:: Work required ::
Every record must appear in the answer exactly as it stands.

:: Stored data ::
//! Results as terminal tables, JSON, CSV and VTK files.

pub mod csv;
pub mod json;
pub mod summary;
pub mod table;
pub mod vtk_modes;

:: Answer space ::
//! Results as terminal tables, JSON, CSV and VTK files.

pub mod csv;
pub mod json;
pub mod summary;
pub mod table;
pub mod vtk_modes;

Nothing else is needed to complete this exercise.